Introduction and Summary
While the last chapter focused on equations and systems of equations, this chapter deals with inequalities and systems of inequalities. Inequalities in one variable are introduced in algebra I; in algebra II, we turn our attention to inequalities in two variables.
The first section explains how to graph an inequality on the xy -plane. Graphing an inequality in 2 dimensional space (a graph with 2 variables) is similar to graphing an inequality on the number line. Both involve treating the inequality as an equation, solving the equation, and testing points. In the 2 variable case, however, the solution to the equation is a line, not a single point. It is this line that divides the xy -graph into two regions: one that satisfies the inequality, and one that does not.
The second section deals with systems of inequalities. Unlike systems of equations, systems of inequalities generally do not have a single solution; rather, systems of inequalities describe an entire region. Thus, it makes sense to find this region by graphing the inequalities. This section explains how to solve systems of inequalities by graphing.

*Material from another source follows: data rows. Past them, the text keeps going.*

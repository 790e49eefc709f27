import { add, at, both, im, inverseNorm, mul, put, re, sub, V } from './simd.as';

// A repeated block as a whole: the 4x4 matrix that takes (f, h) from its lower to its upper face.
//   matrix   rows f1, f2, h1, h2; element (row, column) in slots 8 row + 2 column and the next

/** The matrix of a plain layer, as in plain.as. */
export function matrixPlain(pairs: i32, layer: usize, matrix: usize): void {
  memory.fill(matrix, 0, <usize>pairs * 32 * V);
  for (let i = 0; i < pairs; i++) {
    for (let part: usize = 0; part < 2; part++) {
      const c = at(layer + part * V, 0);
      put(matrix + part * V, 0, c);
      put(matrix + part * V, 10, c);
      put(matrix + part * V, 20, c);
      put(matrix + part * V, 30, c);
      put(matrix + part * V, 4, at(layer + part * V, 4));
      put(matrix + part * V, 14, at(layer + part * V, 2));
      put(matrix + part * V, 16, f64x2.neg(at(layer + part * V, 6)));
      put(matrix + part * V, 26, f64x2.neg(at(layer + part * V, 8)));
    }
    layer += 14 * V;
    matrix += 32 * V;
  }
}

/** The matrix of a gyrotropic layer: exp(k0 d K) taken from (f, lambda f) to (f, h). */
export function matrixGyrotropic(pairs: i32, gyro: usize, stride: usize, map: usize, matrix: usize): void {
  for (let i = 0; i < pairs; i++) {
    const a1Re = at(map, 24);
    const a1Im = at(map, 25);
    const u12Re = at(gyro, 6);
    const u12Im = at(gyro, 7);
    const u21Re = at(gyro, 8);
    const u21Im = at(gyro, 9);
    const kRe = at(gyro, 2);
    const kIm = at(gyro, 3);
    for (let row: usize = 0; row < 2; row++) {
      const e1Re = at(map + 4 * row * V, 0);
      const e1Im = at(map + 4 * row * V, 1);
      const e2Re = at(map + 4 * row * V, 2);
      const e2Im = at(map + 4 * row * V, 3);
      const f1Re = at(map + 4 * row * V, 8);
      const f1Im = at(map + 4 * row * V, 9);
      const f2Re = at(map + 4 * row * V, 10);
      const f2Im = at(map + 4 * row * V, 11);
      const f = matrix + 8 * row * V;
      // f rows: E11 + E12 A, E12 B
      put(f, 0, add(e1Re, re(f1Re, f1Im, a1Re, a1Im)));
      put(f, 1, add(e1Im, im(f1Re, f1Im, a1Re, a1Im)));
      put(f, 2, add(e2Re, re(f1Re, f1Im, u12Re, u12Im)));
      put(f, 3, add(e2Im, im(f1Re, f1Im, u12Re, u12Im)));
      put(f, 4, re(f1Re, f1Im, kRe, kIm));
      put(f, 5, im(f1Re, f1Im, kRe, kIm));
      put(f, 6, f2Re);
      put(f, 7, f2Im);
      // lambda f rows: E22 = E11 + E12 U, then -E12 V + E22 A and E22 B
      const g1Re = add(e1Re, re(f2Re, f2Im, u21Re, u21Im));
      const g1Im = add(e1Im, im(f2Re, f2Im, u21Re, u21Im));
      const g2Re = add(e2Re, re(f1Re, f1Im, u12Re, u12Im));
      const g2Im = add(e2Im, im(f1Re, f1Im, u12Re, u12Im));
      const w = matrix + (16 + 8 * row) * V;
      for (let column: usize = 0; column < 4; column += 2) {
        const v1Re = at(map + column * V, 16);
        const v1Im = at(map + column * V, 17);
        const v2Re = at(map + column * V, 20);
        const v2Im = at(map + column * V, 21);
        const xRe = column === 0 ? a1Re : u12Re;
        const xIm = column === 0 ? a1Im : u12Im;
        put(w + column * V, 0,
          sub(re(g1Re, g1Im, xRe, xIm), add(re(f1Re, f1Im, v1Re, v1Im), re(f2Re, f2Im, v2Re, v2Im))),
        );
        put(w + column * V, 1,
          sub(im(g1Re, g1Im, xRe, xIm), add(im(f1Re, f1Im, v1Re, v1Im), im(f2Re, f2Im, v2Re, v2Im))),
        );
      }
      put(w, 4, re(g1Re, g1Im, kRe, kIm));
      put(w, 5, im(g1Re, g1Im, kRe, kIm));
      put(w, 6, g2Re);
      put(w, 7, g2Im);
    }
    // h1 = (lambda f1 - A1 f)/kappa; h2 = lambda f2 as it stands.
    const pRe = at(gyro, 4);
    const pIm = at(gyro, 5);
    for (let column: usize = 0; column < 8; column += 2) {
      const f1Re = at(matrix + column * V, 0);
      const f1Im = at(matrix + column * V, 1);
      const f2Re = at(matrix + column * V, 8);
      const f2Im = at(matrix + column * V, 9);
      const lRe = sub(
        at(matrix + column * V, 16),
        add(re(a1Re, a1Im, f1Re, f1Im), re(u12Re, u12Im, f2Re, f2Im)),
      );
      const lIm = sub(
        at(matrix + column * V, 17),
        add(im(a1Re, a1Im, f1Re, f1Im), im(u12Re, u12Im, f2Re, f2Im)),
      );
      put(matrix + column * V, 16, re(lRe, lIm, pRe, pIm));
      put(matrix + column * V, 17, im(lRe, lIm, pRe, pIm));
    }
    gyro += stride;
    map += 26 * V;
    matrix += 32 * V;
  }
}

/** A plain layer on top of what `matrix` holds, in place: rows f and h of one polarization mix. */
export function stackPlain(pairs: i32, layer: usize, matrix: usize): void {
  for (let i = 0; i < pairs; i++) {
    const cRe = at(layer, 0);
    const cIm = at(layer, 1);
    for (let polarization: usize = 0; polarization < 2; polarization++) {
      const upRe = at(layer + (0 - 2 * polarization) * V, 4);
      const upIm = at(layer + (0 - 2 * polarization) * V, 5);
      const downRe = at(layer + 2 * polarization * V, 6);
      const downIm = at(layer + 2 * polarization * V, 7);
      const f = matrix + 8 * polarization * V;
      for (let column: usize = 0; column < 8; column += 2) {
        const fRe = at(f + column * V, 0);
        const fIm = at(f + column * V, 1);
        const hRe = at(f + column * V, 16);
        const hIm = at(f + column * V, 17);
        put(f + column * V, 0, add(re(cRe, cIm, fRe, fIm), re(upRe, upIm, hRe, hIm)));
        put(f + column * V, 1, add(im(cRe, cIm, fRe, fIm), im(upRe, upIm, hRe, hIm)));
        put(f + column * V, 16, sub(re(cRe, cIm, hRe, hIm), re(downRe, downIm, fRe, fIm)));
        put(f + column * V, 17, sub(im(cRe, cIm, hRe, hIm), im(downRe, downIm, fRe, fIm)));
      }
    }
    layer += 14 * V;
    matrix += 32 * V;
  }
}

/** A plain layer below what `matrix` holds, in place: columns f and h of one polarization mix. */
export function stackPlainBelow(pairs: i32, layer: usize, matrix: usize): void {
  for (let i = 0; i < pairs; i++) {
    const cRe = at(layer, 0);
    const cIm = at(layer, 1);
    for (let polarization: usize = 0; polarization < 2; polarization++) {
      const upRe = at(layer + (0 - 2 * polarization) * V, 4);
      const upIm = at(layer + (0 - 2 * polarization) * V, 5);
      const downRe = at(layer + 2 * polarization * V, 6);
      const downIm = at(layer + 2 * polarization * V, 7);
      const f = matrix + 2 * polarization * V;
      for (let row: usize = 0; row < 32; row += 8) {
        const fRe = at(f + row * V, 0);
        const fIm = at(f + row * V, 1);
        const hRe = at(f + row * V, 4);
        const hIm = at(f + row * V, 5);
        put(f + row * V, 0, sub(re(cRe, cIm, fRe, fIm), re(downRe, downIm, hRe, hIm)));
        put(f + row * V, 1, sub(im(cRe, cIm, fRe, fIm), im(downRe, downIm, hRe, hIm)));
        put(f + row * V, 4, add(re(cRe, cIm, hRe, hIm), re(upRe, upIm, fRe, fIm)));
        put(f + row * V, 5, add(im(cRe, cIm, hRe, hIm), im(upRe, upIm, fRe, fIm)));
      }
    }
    layer += 14 * V;
    matrix += 32 * V;
  }
}

/** One element of a matrix product: row (a b c d) times a column of `lower`. */
@inline
function element(
  product: usize,
  lower: usize,
  column: usize,
  aRe: v128,
  aIm: v128,
  bRe: v128,
  bIm: v128,
  cRe: v128,
  cIm: v128,
  dRe: v128,
  dIm: v128,
): void {
  const xRe = at(lower, column);
  const xIm = at(lower, column + 1);
  const yRe = at(lower, column + 8);
  const yIm = at(lower, column + 9);
  let sumRe = add(re(aRe, aIm, xRe, xIm), re(bRe, bIm, yRe, yIm));
  let sumIm = add(im(aRe, aIm, xRe, xIm), im(bRe, bIm, yRe, yIm));
  const zRe = at(lower, column + 16);
  const zIm = at(lower, column + 17);
  const wRe = at(lower, column + 24);
  const wIm = at(lower, column + 25);
  sumRe = add(sumRe, add(re(cRe, cIm, zRe, zIm), re(dRe, dIm, wRe, wIm)));
  sumIm = add(sumIm, add(im(cRe, cIm, zRe, zIm), im(dRe, dIm, wRe, wIm)));
  put(product, column, sumRe);
  put(product, column + 1, sumIm);
}

/** product = upper lower; must not overlap. */
export function multiply(pairs: i32, upper: usize, lower: usize, product: usize): void {
  for (let i = 0; i < pairs; i++) {
    for (let row: usize = 0; row < 4; row++) {
      const aRe = at(upper, 0);
      const aIm = at(upper, 1);
      const bRe = at(upper, 2);
      const bIm = at(upper, 3);
      const cRe = at(upper, 4);
      const cIm = at(upper, 5);
      const dRe = at(upper, 6);
      const dIm = at(upper, 7);
      element(product, lower, 0, aRe, aIm, bRe, bIm, cRe, cIm, dRe, dIm);
      element(product, lower, 2, aRe, aIm, bRe, bIm, cRe, cIm, dRe, dIm);
      element(product, lower, 4, aRe, aIm, bRe, bIm, cRe, cIm, dRe, dIm);
      element(product, lower, 6, aRe, aIm, bRe, bIm, cRe, cIm, dRe, dIm);
      upper += 8 * V;
      product += 8 * V;
    }
    lower += 32 * V;
  }
}

/** One element of [M; N]: a row of the matrix times a column of [1; Y]. */
@inline
function crossElement(
  matrix: usize,
  state: usize,
  work: usize,
  column: usize,
  cRe: v128,
  cIm: v128,
  dRe: v128,
  dIm: v128,
): void {
  const xRe = at(state, column);
  const xIm = at(state, column + 1);
  const yRe = at(state, column + 4);
  const yIm = at(state, column + 5);
  put(work, column, add(at(matrix, column), add(re(cRe, cIm, xRe, xIm), re(dRe, dIm, yRe, yIm))));
  put(work, column + 1, add(at(matrix, column + 1), add(im(cRe, cIm, xRe, xIm), im(dRe, dIm, yRe, yIm))));
}

@inline
function crossMatrixRow(matrix: usize, state: usize, work: usize): void {
  const cRe = at(matrix, 4);
  const cIm = at(matrix, 5);
  const dRe = at(matrix, 6);
  const dIm = at(matrix, 7);
  crossElement(matrix, state, work, 0, cRe, cIm, dRe, dIm);
  crossElement(matrix, state, work, 2, cRe, cIm, dRe, dIm);
}

/** Crosses the block: [M; N] = matrix [1; Y] to `work` (0-7 and 8-15). */
export function crossMatrix(pairs: i32, matrix: usize, state: usize, work: usize): void {
  for (let i = 0; i < pairs; i++) {
    crossMatrixRow(matrix, state, work);
    crossMatrixRow(matrix + 8 * V, state, work + 4 * V);
    crossMatrixRow(matrix + 16 * V, state, work + 8 * V);
    crossMatrixRow(matrix + 24 * V, state, work + 12 * V);
    matrix += 32 * V;
    state += 8 * V;
    work += 16 * V;
  }
}

/** One row of N M^-1, M = [a b; c d], by the adjoint and 1 / det M. */
@inline
function settleRow(work: usize, row: usize, state: usize, invRe: v128, invIm: v128): void {
  const n1Re = at(row, 0);
  const n1Im = at(row, 1);
  const n2Re = at(row, 2);
  const n2Im = at(row, 3);
  const lRe = sub(re(n1Re, n1Im, at(work, 6), at(work, 7)), re(n2Re, n2Im, at(work, 4), at(work, 5)));
  const lIm = sub(im(n1Re, n1Im, at(work, 6), at(work, 7)), im(n2Re, n2Im, at(work, 4), at(work, 5)));
  put(state, 0, re(lRe, lIm, invRe, invIm));
  put(state, 1, im(lRe, lIm, invRe, invIm));
  const rRe = sub(re(n2Re, n2Im, at(work, 0), at(work, 1)), re(n1Re, n1Im, at(work, 2), at(work, 3)));
  const rIm = sub(im(n2Re, n2Im, at(work, 0), at(work, 1)), im(n1Re, n1Im, at(work, 2), at(work, 3)));
  put(state, 2, re(rRe, rIm, invRe, invIm));
  put(state, 3, im(rRe, rIm, invRe, invIm));
}

/** Y' = N M^-1 from `work`. */
export function settle(pairs: i32, work: usize, state: usize): void {
  for (let i = 0; i < pairs; i++) {
    const detRe = sub(
      re(at(work, 0), at(work, 1), at(work, 6), at(work, 7)),
      re(at(work, 2), at(work, 3), at(work, 4), at(work, 5)),
    );
    const detIm = sub(
      im(at(work, 0), at(work, 1), at(work, 6), at(work, 7)),
      im(at(work, 2), at(work, 3), at(work, 4), at(work, 5)),
    );
    const scale = inverseNorm(detRe, detIm);
    const invRe = mul(detRe, scale);
    const invIm = f64x2.neg(mul(detIm, scale));
    settleRow(work, work + 8 * V, state, invRe, invIm);
    settleRow(work, work + 12 * V, state + 4 * V, invRe, invIm);
    work += 16 * V;
    state += 8 * V;
  }
}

The third section provides an application of inequalities--linear programming. Linear programming is a process by which constraints are turned into inequalities and graphed, and a value is maximized or minimized. This is especially useful in economics, in which linear programming is used to maximize revenue, minimize cost, and maximize profit.
Inequalities have other applications in addition to linear programming. They are used to describe the relationship between any two quantities when one quantity "limits" the other. These relationships appear frequently in physics and chemistry, as well as in everyday life. Inequalities are also used to find viable values of variables against several constraints.